Чик не переставал меня удивлять. С ним явно творилось что-то не то. Это ведь был просто какой-то Эрих Мария Ремарк, над которым Чикатило всегда смеялся и называл "кроличьей литературой". Автомастерская по ремонту старых машин, в которой paботают Три Товарища. Всё это попахивало чем-то странным, но какая-то лампочка зажглась на тыльной стороне моего черепа, световыми сигналами давая понять, что лучше эту тему сейчас не развивать. Что у Чикатилы и так не самый лучший период. Что с ним сейчас происходит что-то нехорошее - может, кризис среднего возраста, а может, акклиматизация мозга после систематического употребления галлюциногенов, фенаминов и опиатов.
- Пошли внутрь, - предложил я. - Оттуда уже слышны женские подхихикивания, да и вообще.
- Да, точно, батенька. Это именно то, что я хотел сделать уже давно, но не решался вам предложить, - согласился Чикатило, вставая и отряхивая штаны на заднице. И уже в самых дверях, которые (опять!) собирались захлопнуться за нами для того, чтобы больше в тот вечер не возвращаться к этой теме, добавил: - Просто они много пьют, батенька, вот и всё. Просто они очень много пьют.
Мы оба знали, что причина не в этом. Но на протяжении всех наших отношений их плюсом было то, что общение на такие темы у нас всегда строго дозировалось. Иначе мы давно заблудились бы в каких-то очередных дебрях. А мы умели, когда надо, переключаться на что-нибудь хорошее. Мы тоже были в каком-то смысле тумблерами - просто дело касалось не работы, а по большей части земных радостей: секс, наркотики, алкоголь, движ. Я знал, что, пока мы варимся в этом соку, всё будет хорошо, и никакие кризисы в группе Алёши/Алкоголиста не заставят нас лезть в петлю Нестерова.
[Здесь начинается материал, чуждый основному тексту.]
"""Section figures of a reheat steam turbine: HP, IP and LP efficiency, LP exhaust end point.

The enthalpy-drop method of ASME PTC 6: a section's efficiency is its actual enthalpy drop
divided by the isentropic drop from the same inlet state to the same outlet pressure,

    efficiency = (h_in - h_out) / (h_in - h(p_out, s_in)),

with the inlet taken upstream of the stop or intercept valves so that valve throttling counts
against the section. HP: throttle -> cold reheat. IP: hot reheat -> crossover. LP dry stage
group: crossover -> an LP extraction that is still superheated (when mapped).

The LP exhaust is wet, so its pressure and temperature do not fix its enthalpy. The
expansion-line end point (ELEP) follows from an LP efficiency and the Baumann wetness
correction (``lp_expansion``), or from an energy balance on the generator output
(``energy_balance_ueep``). The used-energy end point (UEEP) adds the exhaust loss, read from a
curve against last-stage annulus velocity (``ExhaustLossCurve``).

Uncertainties are first-order (ISO GUM, ASME PTC 19.1): sensitivity coefficients by central
finite differences of the same vectorised functions, combined root-sum-square
(``propagate_uncertainty``).

Everything here is pure: numpy/pandas in, the same type out, no I/O, no clock, no logging.
Internal units are IAPWS-IF97's: MPa (absolute), K, kJ/kg, kJ/(kg K), m3/kg, kg/s, MW.

References
----------
ASME PTC 6-2004, Steam Turbines (enthalpy-drop efficiency of a turbine section).
IAPWS R7-97(2012), Revised Release on the IAPWS Industrial Formulation 1997.
Spencer, R. C., Cotton, K. C. and Cannon, C. N. (1963), A method for predicting the
performance of steam turbine-generators 16,500 kW and larger, ASME paper 62-WA-209.
JCGM 100:2008 (ISO GUM), Evaluation of measurement data - Guide to the expression of
uncertainty in measurement, section 5 (law of propagation of uncertainty).
ASME PTC 19.1-2013, Test Uncertainty.
"""

from __future__ import annotations

from collections.abc import Mapping
from dataclasses import dataclass

import numpy as np
import pandas as pd

from isentrope.calc import steam
from isentrope.calc.names import FIGURE_FIELDS, ROLES, SECTION_ROLES

# --------------------------------------------------------------------------------------------
# Constants
# --------------------------------------------------------------------------------------------

#: Critical pressure of water [MPa]. IAPWS R7-97(2012), Eq. (2)-(3) text (pc = 22.064 MPa).
P_CRIT = 22.064
#: Critical temperature of water [K]. IAPWS R7-97(2012) (Tc = 647.096 K).
T_CRIT = 647.096

#: Highest temperature accepted at a section boundary [K]: the upper limit of IF97 regions 1-3
#: (R7-97(2012) section 4). Region 5 (to 2273.15 K) is for gas-turbine temperatures, far above
#: any steam turbine's, and costs a point-by-point fallback: treated as out of range here.
T_MAX = 1073.15

#: Default Baumann coefficient ``a`` [-]: wet-stage efficiency = dry efficiency
#: x (1 - a * mean wetness). Baumann rule, a about 1 (calc/REFERENCES.md, from memory).
BAUMANN_DEFAULT = 1.0
#: Largest Baumann coefficient accepted [-] (published values lie well below; common practice).
BAUMANN_MAX = 3.0
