# --- the process (invented) ----------------------------------------------------------------
RATING_MW = 530.0  # gross rating (invented)
RATED_FLOW_KGS = 440.0  # main steam flow at rating, ~1584 t/h (invented)
THROTTLE_P_RATED = 16.55  # MPa abs, 2400 psia (invented; a usual throttle pressure for this class)
THROTTLE_P_MIN = 5.0  # MPa abs, sliding-pressure floor (invented)
SLIDING_BELOW = 0.80  # load fraction below which throttle pressure slides (invented)
FIRST_STAGE_P_RATED = 12.6  # MPa abs at rated flow (invented)
COLD_REHEAT_P_RATED = 3.90  # MPa abs at rated flow (invented)
REHEATER_DROP = 0.08  # fraction of cold reheat pressure (common practice: 7-10 %)
CROSSOVER_P_RATED = 0.95  # MPa abs at rated flow (invented)
LP_EXTRACTION_P_RATED = 0.25  # MPa abs at rated flow, still superheated (invented)
STEAM_T_SET = 538.0 + 273.15  # K, throttle and hot reheat (common practice: 538-566 degC)
FLOW_AT_ZERO_LOAD = 0.04  # no-load steam flow, fraction of rated (invented)

# Design efficiency at load fraction L: eta = at_rating - droop * (1 - L)**2 (invented;
# at-rating values inside calc/REFERENCES.md "typical section efficiencies").
DESIGN_CURVES = {
    "hp": {"at_rating": 0.862, "droop": 0.060},
    "ip": {"at_rating": 0.912, "droop": 0.020},
    "lp": {"at_rating": 0.880, "droop": 0.040},
}
HP_RATE_POINTS_PER_1000H = -0.4  # injected deposits (calc/REFERENCES.md: 0.3-0.5 point a year is common)
IP_STEP_POINTS = -1.0  # injected rub at the trip (calc/REFERENCES.md: 0.5-2 points is common)
# Output sensitivity per point of section efficiency (calc/REFERENCES.md, from memory): the unit
# holds output, so the steam flow rises by this fraction per point lost.
FLOW_PER_POINT = {"hp": 0.0025, "ip": 0.0020}

# Slow wander of every section's true efficiency (ambient and cooling water, soot blowing,
# control tuning, washing and fouling): first-order autoregressive with this standard
# deviation [points] and correlation time [h] (invented). Steady windows 1-5 h apart then
# share most of it: lag-1 correlation exp(-3/12) = 0.78 between windows 3 h apart, so the
# demo's deviations are serially correlated as a real unit's are.
WANDER = {"sd_points": 0.15, "tau_hours": 12.0}

RAMP_PER_MIN = 0.015  # load ramp, fraction of rating per minute (common practice 1-3 %/min)
MIN_DISPATCH = 0.35  # minimum dispatched load fraction (invented)
SYNC_LOAD = 0.08  # load held just after synchronising (invented)

# Standard deviations of the sensor noise (k = 1; common practice, no source).
NOISE = {
    "pressure_rel": 0.0007,  # 0.07 % of reading
    "condenser_abs_mpa": 3e-5,  # 0.03 kPa
    "condenser_rel": 0.002,
    "barometric_abs_mpa": 1e-5,  # 0.01 kPa
    "temperature_k": 0.4,
    "output_rel": 0.0015,
    "output_abs_mw": 0.05,
    "flow_rel": 0.005,
    "flow_abs_kgs": 0.5,
    "valve_abs": 0.1,
}

# Hourly load pattern (fraction of rating) on UTC clock hours, before seasonal and random
# variation (invented).
WEEKDAY_PATTERN = np.array(
    [
        0.55,
        0.55,
        0.52,
        0.52,
        0.55,
        0.60,
        0.72,
        0.88,
        0.95,
        0.95,
        0.95,
        0.95,
        0.92,
        0.92,
        0.95,
        0.95,
        0.98,
        1.00,
        1.00,
        1.00,
        0.95,
        0.85,
        0.72,
        0.62,
    ]
)
WEEKEND_PATTERN = np.array(
    [
        0.48,
        0.45,
        0.42,
        0.40,
        0.40,
        0.42,
        0.48,
        0.55,
        0.62,
        0.65,
        0.68,
        0.68,
        0.65,
        0.62,
        0.62,
        0.65,
        0.70,
        0.78,
        0.80,
        0.78,
        0.72,
        0.62,
        0.55,
        0.50,
    ]
)

# Offline behaviour per role: (ambient, time constant of the decay [min], minutes before a
# start-up over which the reading returns to its first online value). Ambient None means
# the barometric pressure.
OFFLINE = {
    "throttle_p": (None, 300.0, 120.0),
    "first_stage_p": (None, 60.0, 120.0),
    "cold_reheat_p": (None, 60.0, 120.0),
    "hot_reheat_p": (None, 60.0, 120.0),
    "crossover_p": (None, 30.0, 120.0),
    "lp_extraction_p": (None, 30.0, 120.0),
    "condenser_p": (None, 180.0, 120.0),
    "throttle_t": (310.0, 1200.0, 120.0),
    "cold_reheat_t": (310.0, 900.0, 120.0),
    "hot_reheat_t": (310.0, 1200.0, 120.0),
    "crossover_t": (310.0, 600.0, 120.0),
    "lp_extraction_t": (310.0, 400.0, 120.0),
    "gross_output": (0.0, 0.0, 0.0),
    "main_steam_flow": (0.0, 0.0, 0.0),
    "valve_position": (0.0, 0.0, 0.0),
}


# --- helpers --------------------------------------------------------------------------------
def design_efficiency(section: str, load_fraction):
    """Design (clean) efficiency of ``section`` ("hp", "ip", "lp") at ``load_fraction`` [-]."""
    if section not in DESIGN_CURVES:
        raise ValueError(f"section {section!r} is not one of {sorted(DESIGN_CURVES)}")
    c = DESIGN_CURVES[section]
    L = np.clip(np.asarray(load_fraction, dtype=float), 0.0, 1.05)
    return c["at_rating"] - c["droop"] * (1.0 - L) ** 2
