"""`isentrope import-csv -c FILE CSV...`: load historian exports into the configured store.

Two layouts, detected from the header (or forced with ``--layout``):

* long: ``time,tag,value`` (one sample per row; the header names may also be
  timestamp/datetime/date, name/tagname/point, val/reading);
* wide: ``time,<tag>,<tag>,...`` (the first column is the time, one column per tag).

Times with an offset or ``Z`` are taken as written. Naive times are local times of
``--timezone`` (default UTC): the repeated hour at the end of daylight saving time is
``--ambiguous`` (reject the rows, take the earlier/later instant, or "file-order": first
occurrence earlier, second later, as a historian writes the repeated hour) and the skipped hour at its
start is ``--nonexistent`` (reject, or shift forward to the first valid instant). Rejected rows
are counted, never guessed.

Tags map onto roles through the configuration (``[roles.<role>] tag``); unmapped tags are
counted and skipped. Values that are not numbers become NaN and are counted. Duplicate
(time, tag) pairs keep the last value, as the store contract does. Samples go to the store
through ``write_raw`` in plant units, chunk by chunk (bounded memory); writing the same file
again replaces, never duplicates.
"""

from __future__ import annotations

import argparse
import csv
import logging
import re
import warnings
from collections import Counter
from dataclasses import dataclass, field
from pathlib import Path
from zoneinfo import ZoneInfo, ZoneInfoNotFoundError

import numpy as np
import pandas as pd

from isentrope.daemon.config import Config, load_config

NAME = "import-csv"
HELP = "import historian CSV exports (long time,tag,value or wide time,<tag>,...) into the store"

log = logging.getLogger(__name__)

TIME_NAMES = ("time", "timestamp", "datetime", "date", "date_time", "ts")
TAG_NAMES = ("tag", "name", "tagname", "tag_name", "point", "tag name")
VALUE_NAMES = ("value", "val", "reading")
_OFFSET = re.compile(r"(?:Z|[+-]\d\d(?::?\d\d)?)$", re.IGNORECASE)
CHUNK_ROWS = 200_000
Внутри всё было не то чтобы в разгаре - нет, на самом деле ничего ещё не началось, просто всё пространство уже не состояло из сплошных немых пауз и многозначительных недомолвок. Дядька из продюсеров с деловым видом делил на дорожки мини-горку кокса, рассыпанную на поверхности журнального столика. Одна из фанаток новой литературы говорила ему, что он похож на кого-то из персонажей "Чапаева и Пустоты". Продюсер не обращал на неё внимания и с видом списанного на пенсию секс-символа улыбался томной чернявой барышне за тридцать, похожей на мамашу из семейки Адамсов. Та, в свою очередь, не обращала внимания на продюсера и улыбалась кокаину. За плечом продюсера (которого Чикатило сразу окрестил Дядей Парнем, или Анклом Гаем) жеманным аистом на тонких ногах переминался молодой субтиль-ный юноша, одетый в стиле группы "Иванушки Интернешнл". Его лицо было щедро усыпано прыщами, как памятник Пушкину голубиным помётом, но юноша присыпал их пудрой и, видимо, считал, что теперь они законспирированы на все сто. Мы сразу заподозрили его в пристрастии к содомии: было бы странно, если бы подобная тусовка обошлась без педиков.